If a differentiable function $z(x,y)$ is one-to-one (injective) for each independent variable, e.g., $z(x,y)$ is one-to-one for $x$ at a fixed $y$ while it is not necessarily one-to-one for $(x,y)$ , then the following total differentials exist because each independent variable is a differentiable function for the other variables, e.g., $x(y,z)$ .

dx={\left({\frac {\partial x}{\partial y}}\right)}_{z}\,dy+{\left({\frac {\partial x}{\partial z}}\right)}_{y}\,dz

dz={\left({\frac {\partial z}{\partial x}}\right)}_{y}\,dx+{\left({\frac {\partial z}{\partial y}}\right)}_{x}\,dy.

Substituting the first equation into the second and rearranging, we obtain

dz={\left({\frac {\partial z}{\partial x}}\right)}_{y}\left[{\left({\frac {\partial x}{\partial y}}\right)}_{z}dy+{\left({\frac {\partial x}{\partial z}}\right)}_{y}dz\right]+{\left({\frac {\partial z}{\partial y}}\right)}_{x}dy,

dz=\left[{\left({\frac {\partial z}{\partial x}}\right)}_{y}{\left({\frac {\partial x}{\partial y}}\right)}_{z}+{\left({\frac {\partial z}{\partial y}}\right)}_{x}\right]dy+{\left({\frac {\partial z}{\partial x}}\right)}_{y}{\left({\frac {\partial x}{\partial z}}\right)}_{y}dz,

\left[1-{\left({\frac {\partial z}{\partial x}}\right)}_{y}{\left({\frac {\partial x}{\partial z}}\right)}_{y}\right]dz=\left[{\left({\frac {\partial z}{\partial x}}\right)}_{y}{\left({\frac {\partial x}{\partial y}}\right)}_{z}+{\left({\frac {\partial z}{\partial y}}\right)}_{x}\right]dy.

Since $y$ and $z$ are independent variables, $dy$ and $dz$ may be chosen without restriction.
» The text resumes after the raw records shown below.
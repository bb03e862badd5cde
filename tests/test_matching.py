import json

from click.testing import CliRunner

from enumerator.cli import cli
from enumerator.isomers.enumeration import enumerate_isomers
from enumerator.parse.abstract import parse_abstract
from enumerator.rules.ruleset import load_rules
from enumerator.vibrations.matching import match_bands
from enumerator.vibrations.pattern import predict_bands
from enumerator.workflow.pipeline import apply_settings


def _set(formula):
    comp = apply_settings(parse_abstract(formula), reporters=[("a", "CO")])
    return enumerate_isomers(comp, load_rules().geometry("OC-6"))


def test_synthetic_mer_spectrum_picks_mer():
    # synthetic bands of mer-Ma3b3 (3 IR bands) against fac (2 IR bands: A1 + E; fac/mer band counts are a
    # textbook fact, Cotton, Chemical Applications of Group Theory)
    s = _set("Ma3b3")
    mer = next(i for i in s.isomers if i.point_group == "C2v")
    bands = [
        b.wavenumber for b in predict_bands(mer, "CO", {"k1": 15.3, "k2": 15.9, "kc": 0.3, "kt": 0.6}) if b.ir_active
    ]
    m = match_bands(s, "CO", bands)
    assert m.candidates[0].point_group == "C2v" and m.candidates[0].problems == 0
    assert m.candidates[1].problems == 1
    assert "Count: consistent" in m.candidates[0].explanation


def test_trans_single_band():
    # trans-M(CO)4L2 (D4h) shows one IR band (Eu); cis (C2v) four (common practice / group theory)
    s = _set("Ma4b2")
    m = match_bands(s, "CO", [1950.0])
    assert m.candidates[0].point_group == "D4h"


def test_cli_json_and_errors():
    r = CliRunner().invoke(cli, ["match", "Ma3b3", "--reporter", "a=CO", "--bands", "2050,1975,1947", "--json"])
    assert r.exit_code == 0, r.output
    doc = json.loads(r.output)
    assert doc["candidates"][0]["rank"] == 1 and doc["candidates"][0]["explanation"]
    r2 = CliRunner().invoke(cli, ["match", "Ma3b3", "--reporter", "a=CO", "--bands", "2050,1975,1947", "--json"])
    assert r.output == r2.output  # deterministic
    r3 = CliRunner().invoke(cli, ["bands", "Ma4b2", "--reporter", "a=CO", "--json"])
    assert r3.exit_code == 0, r3.output
    assert json.loads(r3.output)["isomers"][0]["patterns"][0]["bands"]


def test_parse_measured_as_written_in_papers():
    # intensity words of IR tables (common practice): vs > s > m > w > vw; sh, br qualifiers
    from enumerator.errors import InputError
    from enumerator.vibrations.matching import parse_measured

    assert parse_measured("2045 (s), 1980 (vs), 1932 (m, br), 1900 (sh), 1850") == (
        (2045.0, 0.75),
        (1980.0, 1.0),
        (1932.0, 0.5),
        (1900.0, 0.25),
        (1850.0, None),
    )
    assert parse_measured("2045(0.8);1980 w") == ((2045.0, 0.8), (1980.0, 0.25))
    for bad in ("2045 (q)", "2045 (0.5 s)", "abc", "2045 (-1)", ""):
        try:
            parse_measured(bad)
        except InputError as exc:
            assert exc.line().startswith("--bands")
        else:
            raise AssertionError(bad)


def test_cis_dicarbonyl_intensities():
    # bond-dipole model: for cis-M(CO)2 at 90 degrees the A1 and B bands have
    # equal intensity, I(B)/I(A1) = tan^2(45 deg) = 1 (Braterman, Metal Carbonyl
    # Spectra, 1975, from memory); trans-M(CO)2 shows one band (group theory)
    s = _set("Ma2b4")
    m = match_bands(s, "CO", [2000.0, 1920.0], intensities=[0.9, 0.9])
    top = m.candidates[0]
    assert top.point_group == "C2v" and top.intensity_misfit is not None and top.intensity_misfit < 0.02
    assert "Relative intensities" in top.explanation
    skew = match_bands(s, "CO", [2000.0, 1920.0], intensities=[1.0, 0.1])
    assert abs(skew.candidates[0].intensity_misfit - 0.45) < 1e-9  # (0 + 0.9) / 2; still first (count)
    # without intensities nothing changes in the ranking rule
    plain = match_bands(s, "CO", [2000.0, 1920.0])
    assert plain.candidates[0].intensity_misfit is None
    assert [c.isomers for c in plain.candidates] == [c.isomers for c in m.candidates]


def test_intensities_break_a_position_tie():
    # synthetic self-consistency (not an outside check): the predicted
    # positions and intensities of one Ma3b2c isomer, positions blurred
    # towards another candidate, are matched best by the true isomer once
    # intensities are given
    s = _set("Ma3b2c")
    from enumerator.vibrations.pattern import band_pattern

    pats = {i.number: [b for b in band_pattern(i, "CO").bands if b.ir_active] for i in s.isomers}
    true, other = sorted(n for n, p in pats.items() if len(p) == 3)[:2]
    mix = [0.5 * (a.wavenumber + b.wavenumber) for a, b in zip(pats[true], pats[other])]
    inten = [b.intensity for b in pats[true]]
    plain = match_bands(s, "CO", mix)
    assert abs(plain.candidates[0].score - plain.candidates[1].score) < 0.5  # positions alone: a near tie
    assert "may decide" in " ".join(plain.notes)
    with_i = match_bands(s, "CO", mix, intensities=inten)
    first, second = with_i.candidates[:2]
    assert str(true) in "".join(first.isomers)
    assert first.intensity_misfit < 0.05 and second.score - first.score > 1.0
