"""The condensed-formula parser."""

from __future__ import annotations

import pytest

from enumerator.errors import InputError
from enumerator.parse.condensed import parse_condensed
from enumerator.rules.ruleset import load_rules

RS = load_rules()


def parts(text):
    c = parse_condensed(text, RS)
    return c.metal, c.charge, [(k.name, n) for k, n in c.parts]


@pytest.mark.parametrize(
    "text, want",
    [
        ("[Fe(CN)5(NO)]2-", ("Fe", -2, [("CN", 5), ("NO", 1)])),
        ("[Co(NH3)4Cl2]+", ("Co", 1, [("NH3", 4), ("Cl", 2)])),
        ("[RuCl2(CO)2(PPh3)2]", ("Ru", 0, [("Cl", 2), ("CO", 2), ("PPh3", 2)])),
        ("Ni(CO)4", ("Ni", 0, [("CO", 4)])),
        ("[CpMn(CO)3]", ("Mn", 0, [("Cp", 1), ("CO", 3)])),
        ("[(η5-C5H5)Mn(CO)3]", ("Mn", 0, [("Cp", 1), ("CO", 3)])),
        ("[(eta5-Cp)Mn(CO)3]", ("Mn", 0, [("Cp", 1), ("CO", 3)])),
        ("[(h5-Cp*)Rh(CO)2]", ("Rh", 0, [("Cp*", 1), ("CO", 2)])),
        ("[Cr(η⁶-C6H6)(CO)3]", ("Cr", 0, [("C6H6", 1), ("CO", 3)])),
        ("[IrCl(CO)(PPh3)2]", ("Ir", 0, [("Cl", 1), ("CO", 1), ("PPh3", 2)])),
        ("[Mo(CO)3(P(OMe)3)3]", ("Mo", 0, [("CO", 3), ("P(OMe)3", 3)])),
        ("[Fe(CO)5]−", ("Fe", -1, [("CO", 5)])),
        ("[Co(en)2Cl2]+", ("Co", 1, [("en", 2), ("Cl", 2)])),
        ("[Mn(CO)5(13CO)]+", ("Mn", 1, [("CO", 5), ("13CO", 1)])),
        ("[Fe(CO)2(NO)2]", ("Fe", 0, [("CO", 2), ("NO", 2)])),
        ("[Co(NH3)5(NO2)]2+", ("Co", 2, [("NH3", 5), ("NO2", 1)])),  # nitro, N-bound
        ("[PtCl2(η2-C2H4)(NH3)]", ("Pt", 0, [("Cl", 2), ("C2H4", 1), ("NH3", 1)])),
        ("[Ru(NH3)5(N2)]2+", ("Ru", 2, [("NH3", 5), ("N2", 1)])),
        ("[W(CO)5(CNtBu)]", ("W", 0, [("CO", 5), ("CNtBu", 1)])),
        ("[Co(NH3)3Cl3]", ("Co", 0, [("NH3", 3), ("Cl", 3)])),
        ("[Cr(CO)2(CO)4]", ("Cr", 0, [("CO", 6)])),  # repeated ligands merge
    ],
)
def test_parse(text, want):
    assert parts(text) == want


def test_ring_sites():
    c = parse_condensed("[CpMn(CO)3]", RS)
    assert c.donor_count == 4 and c.kinds[0].ring  # the ring holds one site (piano-stool idealisation)


@pytest.mark.parametrize(
    "text, pos, words",
    [
        ("[RuCl2(CO)2(PPh4)2]", 13, "unknown ligand 'PPh4'"),
        ("[RuCl2(CO)2(PPh3)2", 1, "never closed"),
        ("K4[Fe(CN)6]", 1, "text before '['"),
        ("[Fe(CN)6]4x", 10, "charge"),
        ("[FeRu(CO)9]", 4, "second metal"),
        ("[(CO)4]", None, "no metal"),
        ("[Fe(CO)0]", 8, "count of 0"),
        ("[η3-CpMn(CO)3]", 2, "η3-Cp"),
        ("[Fe(CO)5", 1, "never closed"),
        ("[Fe(CO5]", 4, "never closed"),
    ],
)
def test_errors_point_at_character(text, pos, words):
    with pytest.raises(InputError) as exc:
        parse_condensed(text, RS)
    line = exc.value.line()
    assert words in line
    if pos is not None:
        assert f"at position {pos}" in line


def test_unknown_suggests():
    with pytest.raises(InputError) as exc:
        parse_condensed("[RuCl2(CO)2(PPh4)2]", RS)
    assert "PPh3" in exc.value.fix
For this last equation to generally hold, the bracketed terms must be equal to zero.^[2] The left bracket equal to zero leads to the reciprocity relation while the right bracket equal to zero goes to the cyclic relation as shown below.

Reciprocity relation[]

Setting the first term in brackets equal to zero yields

{\left({\frac {\partial z}{\partial x}}\right)}_{y}{\left({\frac {\partial x}{\partial z}}\right)}_{y}=1.
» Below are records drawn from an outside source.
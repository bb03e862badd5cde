"""The ligand catalogue view: one result object, drawn as a table, CSV or JSON."""

from __future__ import annotations

import json

from _cli import cli

from enumerator.render.ligands import HEADER, render_ligands
from enumerator.workflow.queries import ligand_catalogue


def test_catalogue_view_and_one_entry():
    cat = ligand_catalogue()
    assert cat.name is None and len(cat.entries) > 100  # the built-in catalogue holds over 200 entries
    assert [e.denticity for e in cat.entries] == sorted(e.denticity for e in cat.entries)
    one = ligand_catalogue(name="carbonyl")  # an alias
    assert one.to_dict()["name"] == "CO" and isinstance(cat.to_dict(), list)
    assert render_ligands(cat, "csv").splitlines()[0].split(",") == list(HEADER)


def test_command_prints_what_the_library_renders():
    code, out, _ = cli(["ligands", "PPh3", "--json"])
    assert code == 0 and json.loads(out) == ligand_catalogue(name="PPh3").to_dict()
    code, out, _ = cli(["ligands", "Cp"])
    assert code == 0 and out == render_ligands(ligand_catalogue(name="Cp"), "table")
    code, _, err = cli(["ligands", "PPh4"])
    assert code == 2 and "did you mean PPh3" in err and err.count("\n") == 1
A slight rearrangement gives a reciprocity relation,

{\left({\frac {\partial z}{\partial x}}\right)}_{y}={\frac {1}{{\left({\frac {\partial x}{\partial z}}\right)}_{y}}}.
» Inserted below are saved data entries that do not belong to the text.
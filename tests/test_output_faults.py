"""Fault injection for the output layer (enumerator/cli/output.py): full disk, read-only folder, special
files, names the file system refuses, outputs that are inputs, file modes, and a writer killed mid-write.

What is expected comes from POSIX semantics (rename(2) replaces a directory entry atomically, open(2)
applies the umask to a new file's mode, a FIFO or character device is written in place; the Linux
man-pages) and from the project's promise that a command writes whole files or nothing and reports a
failure as one line with exit status 2 (README, "Exit status and errors"; common practice for
command-line tools).  A full disk is simulated by making ``os.write`` or ``os.fsync`` fail with ENOSPC
(no tiny tmpfs is available to the suite), and for real through /dev/full where it exists.
"""

from __future__ import annotations

import errno
import json
import os
import signal
import stat
import subprocess
import sys
import threading
import time
from pathlib import Path

import pytest
from _cli import cli  # noqa: E402  (tests/ is on sys.path under pytest)

import enumerator.cli.output as output
from enumerator.cli.output import TEMP_PREFIX, write_bytes, write_files, write_text
from enumerator.errors import InputError

POSIX = pytest.mark.skipif(sys.platform == "win32", reason="POSIX file semantics")


def _temps(folder: Path) -> list[str]:
    return sorted(p.name for p in folder.rglob(f"{TEMP_PREFIX}*"))


def _one_line(err: str) -> str:
    lines = err.strip().splitlines()
    assert len(lines) == 1, err
    return lines[0]


# --------------------------------------------------------------------------- full disk


def _enospc_after(monkeypatch, calls: int = 0, name: str = "write") -> None:
    """Make os.write (or os.fsync) fail with ENOSPC after ``calls`` successful calls."""
    real = getattr(os, name)
    count = {"n": 0}

    def failing(*args):
        count["n"] += 1
        if count["n"] > calls:
            raise OSError(errno.ENOSPC, os.strerror(errno.ENOSPC))
        return real(*args)

    monkeypatch.setattr(os, name, failing)


@POSIX
@pytest.mark.parametrize("call", ["write", "fsync"])
def test_full_disk_leaves_the_old_file_and_no_temporary(tmp_path, monkeypatch, call):
    target = tmp_path / "out.json"
    target.write_text("old\n")
    _enospc_after(monkeypatch, 0, call)
    with pytest.raises(InputError) as info:
        write_text(target, "new\n" * 1000, inputs=())
    monkeypatch.undo()
    assert "the disk is full" in info.value.line() and "out.json" in info.value.line()
    assert target.read_text() == "old\n" and _temps(tmp_path) == []


@POSIX
def test_full_disk_in_a_multi_file_write_writes_none_of_them(tmp_path, monkeypatch):
    # all or nothing: the second of three files fails, so no file appears and the new folder goes again
    folder = tmp_path / "report"
    _enospc_after(monkeypatch, 1)
    files = [(folder / f"t{k}.csv", f"table {k}\n") for k in range(3)]
    with pytest.raises(InputError):
        write_files(files, inputs=(), folder=folder)
    monkeypatch.undo()
    assert not folder.exists() and _temps(tmp_path) == []


@POSIX
def test_full_disk_in_an_existing_folder_keeps_every_old_file(tmp_path, monkeypatch):
    for k in range(3):
        (tmp_path / f"t{k}.csv").write_text(f"old {k}\n")
    _enospc_after(monkeypatch, 2)
    with pytest.raises(InputError):
        write_files([(tmp_path / f"t{k}.csv", f"new {k}\n") for k in range(3)], inputs=(), folder=tmp_path)
    monkeypatch.undo()
    assert [(tmp_path / f"t{k}.csv").read_text() for k in range(3)] == [f"old {k}\n" for k in range(3)]
    assert _temps(tmp_path) == []


@POSIX
def test_report_on_a_full_disk_writes_no_table_and_no_page(tmp_path, monkeypatch):
    job = tmp_path / "job.toml"
    job.write_text('title = "t"\n[[complex]]\nformula = "Ma4b2"\n[[complex]]\nformula = "Ma3b3"\n')
    _enospc_after(monkeypatch, 3)  # a few files get through before the disk is full
    code, _, err = cli(["report", str(job), "--out", str(tmp_path / "si")])
    monkeypatch.undo()
    assert code == 2 and "the disk is full" in _one_line(err)
    assert not (tmp_path / "si").exists() and _temps(tmp_path) == []


@POSIX
@pytest.mark.skipif(not os.path.exists("/dev/full"), reason="/dev/full is Linux's always-full device")
def test_dev_full_through_the_command_line():
    code, out, err = cli(["isomers", "Ma4b2", "--out", "/dev/full"])
    assert code == 2 and out == ""
    assert _one_line(err) == (
        "isosieve: error: cannot write '/dev/full': the disk is full; free some space or choose another --out"
    )
    assert stat.S_ISCHR(os.stat("/dev/full").st_mode)


# --------------------------------------------------------------------------- read-only, odd names


@POSIX
def test_read_only_file_system(tmp_path, monkeypatch):
    real_open = os.open

    def read_only(path, flags, *args, **kwargs):
        if flags & os.O_CREAT and str(path).startswith(str(tmp_path)):
            raise OSError(errno.EROFS, os.strerror(errno.EROFS), str(path))
        return real_open(path, flags, *args, **kwargs)

    monkeypatch.setattr(os, "open", read_only)
    code, _, err = cli(["isomers", "Ma4b2", "--out", str(tmp_path / "x.txt")])
    monkeypatch.undo()
    assert code == 2 and "the file system is read-only" in _one_line(err)
    assert list(tmp_path.iterdir()) == []


@POSIX
@pytest.mark.skipif(hasattr(os, "geteuid") and os.geteuid() == 0, reason="root writes into a 0555 folder anyway")
def test_read_only_folder(tmp_path):
    ro = tmp_path / "ro"
    ro.mkdir()
    ro.chmod(0o555)
    try:
        code, _, err = cli(["isomers", "Ma4b2", "--out", str(ro / "x.txt")])
        assert code == 2 and "permission denied" in _one_line(err)
        assert list(ro.iterdir()) == []
    finally:
        ro.chmod(0o755)


@POSIX
def test_path_through_a_file(tmp_path):
    (tmp_path / "afile").write_text("")
    code, _, err = cli(["isomers", "Ma4b2", "--out", str(tmp_path / "afile" / "x.json")])
    assert code == 2 and "is a file, not a folder" in _one_line(err)


@POSIX
def test_a_long_legal_name_is_not_pushed_over_the_limit_by_the_temporary_name(tmp_path):
    # 250 characters is legal (NAME_MAX is 255 on common Linux file systems; the Linux man-pages, limits.h);
    # the old temporary name '.<name>.<8 random>' was 260 characters and failed
    name = tmp_path / ("a" * 250)
    code, _, err = cli(["isomers", "Ma4b2", "--out", str(name)])
    assert code == 0, err
    assert name.read_text().startswith("Ma4b2 on OC-6") and _temps(tmp_path) == []
    code, _, err = cli(["isomers", "Ma4b2", "--out", str(tmp_path / ("b" * 300))])
    assert code == 2 and "the name is too long" in _one_line(err) and "more characters" in err


def test_a_name_with_nul_and_an_empty_name_are_refused(tmp_path):
    for bad in ("a\0b", ""):
        with pytest.raises(InputError) as info:
            write_text(bad, "x", inputs=())
        assert len(info.value.line().splitlines()) == 1
    job = tmp_path / "job.toml"
    job.write_text('[[complex]]\nformula = "Ma4b2"\n[[output]]\nformat = "csv"\nfile = "a\\u0000b.csv"\n')
    code, _, err = cli(["job", str(job), "--write"])
    assert code == 2 and "holds a NUL character" in _one_line(err)


@pytest.mark.parametrize("name", [".", "sub/", "sub/."])
def test_job_output_that_names_a_folder(tmp_path, name):
    job = tmp_path / "job.toml"
    job.write_text(f'[[complex]]\nformula = "Ma4b2"\n[[output]]\nformat = "csv"\nfile = "{name}"\n')
    code, _, err = cli(["job", str(job), "--write"])
    assert code == 2 and "does not name a file" in _one_line(err)
    assert job.read_text().startswith("[[complex]]")


def test_out_naming_a_folder_is_refused(tmp_path):
    with pytest.raises(InputError) as info:
        write_text(tmp_path, "x", inputs=())
    assert "it is a folder" in info.value.line()


# --------------------------------------------------------------------------- outputs that are inputs


def test_a_job_never_overwrites_itself(tmp_path):
    job = tmp_path / "job.toml"
    text = '[[complex]]\nformula = "Ma4b2"\n[[output]]\nformat = "json"\nfile = "job.toml"\n'
    job.write_text(text)
    code, _, err = cli(["job", str(job), "--write"])
    assert code == 2 and "one of this command's input files" in _one_line(err)
    code, _, err = cli(["job", str(job), "--out", str(job)])
    assert code == 2 and "one of this command's input files" in _one_line(err)
    assert job.read_text() == text


def test_batch_and_rule_files_are_inputs(tmp_path):
    screen = tmp_path / "screen.txt"
    screen.write_text("Ma4b2\n")
    code, _, err = cli(["batch", str(screen), "--out", str(screen)])
    assert code == 2 and "input files" in _one_line(err) and screen.read_text() == "Ma4b2\n"
    rules = tmp_path / "mine"
    (rules / "geometries").mkdir(parents=True)
    geo = rules / "geometries" / "q.toml"
    geo.write_text('symbol = "XQ-2"\nname = "pair"\nsites = [[0, 0, 1], [1, 0, 0]]\n')
    before = geo.read_text()
    code, _, err = cli(["--rules", str(rules), "isomers", "Ma6", "--out", str(geo)])
    assert code == 2 and "input files" in _one_line(err) and geo.read_text() == before
    # a hard link to an input is the input too
    os.link(screen, tmp_path / "alias.txt")
    code, _, err = cli(["batch", str(screen), "--out", str(tmp_path / "alias.txt")])
    assert code == 2 and "input files" in _one_line(err)


def test_two_outputs_with_one_name(tmp_path):
    job = tmp_path / "job.toml"
    job.write_text(
        '[[complex]]\nformula = "Ma4b2"\n[[output]]\nformat = "json"\nfile = "x.json"\n'
        '[[output]]\nformat = "csv"\nfile = "./x.json"\n'
    )
    code, _, err = cli(["job", str(job), "--write"])  # refused when the job is read
    assert code == 2 and "is the file of [[output]] #1" in _one_line(err) and not (tmp_path / "x.json").exists()
    # and by the output layer itself, whatever calls it
    with pytest.raises(InputError, match="name the same file"):
        write_files([(tmp_path / "x.json", "a"), (tmp_path / "." / "x.json", "b")], inputs=())
    assert not (tmp_path / "x.json").exists()


# --------------------------------------------------------------------------- special files


@POSIX
def test_dev_null_stays_a_device():
    before = os.stat(os.devnull)
    code, out, err = cli(["isomers", "Ma4b2", "--json", "--out", os.devnull])
    after = os.stat(os.devnull)
    assert code == 0 and out == "" and err == ""
    assert stat.S_ISCHR(after.st_mode) and after.st_ino == before.st_ino


@POSIX
def test_a_fifo_is_written_through(tmp_path):
    fifo = tmp_path / "pipe"
    os.mkfifo(fifo)
    got: list[bytes] = []
    reader = threading.Thread(target=lambda: got.append(fifo.read_bytes()))
    reader.start()
    code, _, err = cli(["isomers", "Ma4b2", "--json", "--out", str(fifo)])
    reader.join(timeout=30)
    assert code == 0, err
    assert json.loads(got[0])["stereoisomers"] == 2  # [Ma4b2] cis/trans (from memory)
    assert stat.S_ISFIFO(os.lstat(fifo).st_mode)


@POSIX
def test_a_symlink_is_followed_and_kept(tmp_path):
    real = tmp_path / "real.json"
    real.write_text("old\n")
    link = tmp_path / "link.json"
    link.symlink_to(real.name)
    code, _, err = cli(["isomers", "Ma4b2", "--json", "--out", str(link)])
    assert code == 0, err
    assert link.is_symlink() and os.readlink(link) == "real.json"
    assert json.loads(real.read_text())["formula"] == "Ma4b2"
    dangling = tmp_path / "dangling.json"
    dangling.symlink_to("made.json")
    assert cli(["isomers", "Ma4b2", "--out", str(dangling)])[0] == 0
    assert dangling.is_symlink() and (tmp_path / "made.json").read_text().startswith("Ma4b2")


def test_dash_is_standard_output():
    code, out, _ = cli(["isomers", "Ma4b2", "--json", "--out", "-"])
    assert code == 0 and json.loads(out)["formula"] == "Ma4b2"


# --------------------------------------------------------------------------- modes


@POSIX
@pytest.mark.parametrize("mask", [0o022, 0o027, 0o077])
def test_a_new_file_gets_the_umask_mode(tmp_path, mask):
    old = os.umask(mask)
    try:
        write_text(tmp_path / "new.txt", "x", inputs=())
    finally:
        os.umask(old)
    assert stat.S_IMODE(os.stat(tmp_path / "new.txt").st_mode) == 0o666 & ~mask


@POSIX
@pytest.mark.parametrize("mode", [0o644, 0o600, 0o664, 0o444])
def test_a_replaced_file_keeps_its_mode(tmp_path, mode):
    target = tmp_path / "kept.txt"
    target.write_text("old")
    target.chmod(mode)
    old = os.umask(0o077)
    try:
        write_bytes(target, b"new", inputs=())
    finally:
        os.umask(old)
    assert target.read_bytes() == b"new" and stat.S_IMODE(os.stat(target).st_mode) == mode


# --------------------------------------------------------------------------- killed mid-write

_SLOW_WRITER = """
import os, sys, time
import enumerator.cli.output as out
real = out._write_all
def slow(fd, data):
    os.write(fd, data[:10])
    print("writing", flush=True)
    time.sleep(120)
    real(fd, data[10:])
out._write_all = slow
files = [(os.path.join(sys.argv[1], f"f{k}.txt"), "x" * 1000) for k in range(int(sys.argv[2]))]
out.write_files(files, inputs=(), folder=sys.argv[1])
"""


@POSIX
@pytest.mark.parametrize("how,files", [("SIGKILL", 1), ("SIGKILL", 3), ("SIGTERM", 1)])
def test_a_killed_writer_leaves_no_temporary_file(tmp_path, how, files):
    folder = tmp_path / "out"
    folder.mkdir()
    (folder / "f0.txt").write_text("old\n")
    env = dict(os.environ, PYTHONPATH=os.pathsep.join([str(Path(__file__).resolve().parent.parent)] + sys.path))
    p = subprocess.Popen([sys.executable, "-c", _SLOW_WRITER, str(folder), str(files)], stdout=subprocess.PIPE, env=env)
    try:
        assert p.stdout is not None and p.stdout.readline().strip() == b"writing"
        assert _temps(folder), "the writer should be in the middle of a temporary file"
        p.send_signal(getattr(signal, how))
        p.wait(timeout=30)
    finally:
        if p.poll() is None:
            p.kill()
            p.wait()
    deadline = time.monotonic() + 10
    while _temps(folder) and time.monotonic() < deadline:  # the watchdog cleans up just after the kill
        time.sleep(0.05)
    assert _temps(folder) == []
    assert (folder / "f0.txt").read_text() == "old\n"


def test_the_watchdog_is_not_kept_open_by_forked_children():
    # a process pool's forked worker must not hold the pipe, or the helper would outlive this process
    w = output._Watchdog()
    w.fd, w.pid = 99999, 1
    w.after_fork_in_child()
    assert w.fd is None and w.pid is None


@POSIX
def test_a_failing_watchdog_pipe_never_removes_the_files_being_staged(tmp_path, monkeypatch):
    # Once the pipe fails the writer stops registering but keeps the pipe open: closing it would tell a live
    # helper that this process is gone, and it would remove the staged files before they are renamed.
    dog = output._Watchdog()
    monkeypatch.setattr(output, "_WATCHDOG", dog)
    real = output._PIPE_WRITE
    sent = {"n": 0}

    def pipe_write(fd, data):
        sent["n"] += 1
        if sent["n"] > 1:
            raise OSError(errno.EPIPE, os.strerror(errno.EPIPE))
        return real(fd, data)

    monkeypatch.setattr(output, "_PIPE_WRITE", pipe_write)
    files = [(tmp_path / f"f{k}.txt", f"{k}\n") for k in range(3)]
    try:
        write_files(files, inputs=())
    finally:
        dog._forget()
    assert [p.read_text() for p, _ in files] == ["0\n", "1\n", "2\n"]
    assert dog.broken and _temps(tmp_path) == []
There are two more permutations of the foregoing derivation that give a total of three reciprocity relations between $x$ , $y$ and $z$ .

Cyclic relation[]

The cyclic relation is also known as the cyclic rule or the Triple product rule. Setting the second term in brackets equal to zero yields

{\left({\frac {\partial z}{\partial x}}\right)}_{y}{\left({\frac {\partial x}{\partial y}}\right)}_{z}=-{\left({\frac {\partial z}{\partial y}}\right)}_{x}.

Using a reciprocity relation for ${\tfrac {\partial z}{\partial y}}$ on this equation and reordering gives a cyclic relation (the triple product rule),

{\left({\frac {\partial x}{\partial y}}\right)}_{z}{\left({\frac {\partial y}{\partial z}}\right)}_{x}{\left({\frac {\partial z}{\partial x}}\right)}_{y}=-1.

If, instead, reciprocity relations for ${\tfrac {\partial x}{\partial y}}$ and ${\tfrac {\partial y}{\partial z}}$ are used with subsequent rearrangement, a standard form for implicit differentiation is obtained:

{\left({\frac {\partial y}{\partial x}}\right)}_{z}=-{\frac {{\left({\frac {\partial z}{\partial x}}\right)}_{y}}{{\left({\frac {\partial z}{\partial y}}\right)}_{x}}}.

Some useful equations derived from exact differentials in two dimensions[]

(See also Bridgman's thermodynamic equations for the use of exact differentials in the theory of thermodynamic equations)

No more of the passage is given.